John Schumann and Shane Howard say they will run for a senate seat at the election after next if Angry Anderson is successful in his bid for a seat in July.
Anderson announced he would run as the second New South Wales candidate for the Australian Liberty Alliance, a conservative group appealing to racist Australians.
The group claims to “welcome citizens from all walks of life” in one breath but in its documentation qualifies its definition of “all walks of life” as “Western values built on Judaeo-Christian and Humanistic foundations”.
Every single candidate of the Australian Liberty Alliance is an Anglo-Saxon white Australian.
John Schumann said in a Facebook post, “In the unlikely event he gets up, I’ll run for the Senate next time. Furthermore, I’ll invite my brother in song, Shane Howard, to join me.

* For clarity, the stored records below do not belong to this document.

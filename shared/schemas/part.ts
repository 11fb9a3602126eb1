import { z } from 'zod';
import { text } from './text';
import { MAX_LENGTH_MM } from '@/lib/units/parse-length';
import { grainRuleSchema } from './drawer-schedule';
import { PART_FIELDS, SCHEDULE_OWNED_KEYS, type PartKey } from '@/shared/part-fields';

/** One cut-list row. Lengths are mm (the client parses what a person typed with `lib/units` first). */

export const MAX_PART_QUANTITY = 10_000;
export const MAX_PART_LABEL = 80;
export const MAX_PART_MATERIAL = 200;
export const MAX_PART_NOTES = 500;

/** The smallest part size taken: half a millimetre (thinner than any veneer a saw cuts; 5e-324 mm was accepted). */
export const MIN_PART_SIZE_MM = 0.5;

const sizeMm = (what: string) =>
  z
    .number({ error: `${what} must be a length.` })
    .finite(`${what} must be a length.`)
    .min(MIN_PART_SIZE_MM, `${what} must be at least ${MIN_PART_SIZE_MM} mm.`)
    .max(MAX_LENGTH_MM, `${what} above ${MAX_LENGTH_MM / 1000} m looks like a slipped unit.`);

const partShape = {
  label: text().min(1, 'Give the part a name.').max(MAX_PART_LABEL, `Keep the name under ${MAX_PART_LABEL} characters.`),
  quantity: z
    .int({ error: 'Quantity must be a whole number.' })
    .min(1, 'Quantity must be at least 1.')
    .max(MAX_PART_QUANTITY, `Quantity above ${MAX_PART_QUANTITY.toLocaleString('en-US')} looks like a typo.`),
  /** Along the grain when `grain` is `along-length`; the joint allowance is part of it. */
  length: sizeMm('Length'),
  width: sizeMm('Width'),
  thickness: sizeMm('Thickness'),
  material: text().min(1, 'Pick or type a material.').max(MAX_PART_MATERIAL, `Keep the material under ${MAX_PART_MATERIAL} characters.`),
  grain: grainRuleSchema,
  /** Extra length the part's joints need; informational, already inside `length`. */
  jointAllowance: z.number().finite().min(0, 'Joint allowance cannot be negative.').max(MAX_LENGTH_MM),
  notes: text({ multiline: true }).max(MAX_PART_NOTES, `Keep notes under ${MAX_PART_NOTES} characters.`),
};

export const partInputSchema = z.object({
  ...partShape,
  grain: partShape.grain.default('along-length'),
  jointAllowance: partShape.jointAllowance.default(0),
  notes: partShape.notes.default(''),
  /** The row's place in the list, to put a deleted row back where it was (undo); new rows go to the end. */
  sort: z.int().min(0).max(1_000_000).optional(),
});
export type PartInput = z.output<typeof partInputSchema>;

/** A change to some cells of a row: no defaults, so a field left out stays as it is. */
export const partPatchSchema = z.object(partShape).partial();
export type PartPatch = z.output<typeof partPatchSchema>;

/** Fields a drawer schedule owns on its rows: change the schedule, not the row. */
export const SCHEDULE_OWNED_FIELDS = SCHEDULE_OWNED_KEYS;

/** How a message names each field ("change its length in the schedule"). */
export const PART_FIELD_NAMES = Object.fromEntries(PART_FIELDS.map((f) => [f.key, f.spoken])) as Record<PartKey, string>;

export const partParams = z.object({ id: z.uuid(), partId: z.uuid() });

/** A cut-list row as the API returns it. */
export interface Part extends PartInput {
  id: string;
  jobId: string;
  drawerScheduleId: string | null;
  /** For drawer-schedule rows: front, back, side, bottom, applied-front. */
  role: string | null;
  machining: string[];
  sort: number;
}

“I think it’s important for the Australian people to realise that there’s more to the music industry than opinionated bald men from New South Wales.”
Shane agreed to join him in the event Australia is faced with the burden of having to fund the lifestyle of Senator Anderson. “If the ALA gets up, I’ll dust off the soapbox and corduroy jacket, sharpen the pencil, try and locate a tie in the house and join you in striking a blow for opinionated Victorians and South Australians in the Senate too John.
“How hairy could it get?”
Shane also added a disclaimer, “I want to make it perfectly clear that I have no issue now, or at any time in the past, with hair loss.”
John then withdrew the baldie comment. “Shane has correctly called me to task for an irreverent reference to bald men. In true Maoist tradition, I criticise myself. In my own defence, however, I point out that some of my best friends are bald,” he said.
Anderson ran unsuccessfully as the National candidate for the Division of Throsby in New South Wales in the 2011 Federal Election. The Rose Tattoo singer was a vocal supporter of conservative Tony Abbott and supported his extremist views on immigration and the environment.
Anderson once told the Daily Telegraph, “It’s not ill-conceived to look at certain people and question when they come out here what they bring with them”. In 2012 he took part in the SBS documentary “Go Back To Where You Came From” and over the course of the show after meeting refugees softened his opinion from “If you come here illegally, I don’t care about your story, first thing you do is you turn around and go back” to “Now I’ve been here and spoken to people, I don’t want to turn away refugees, I don’t want to turn away people who need to be reunited with their families. I don’t want that. Who would want that?”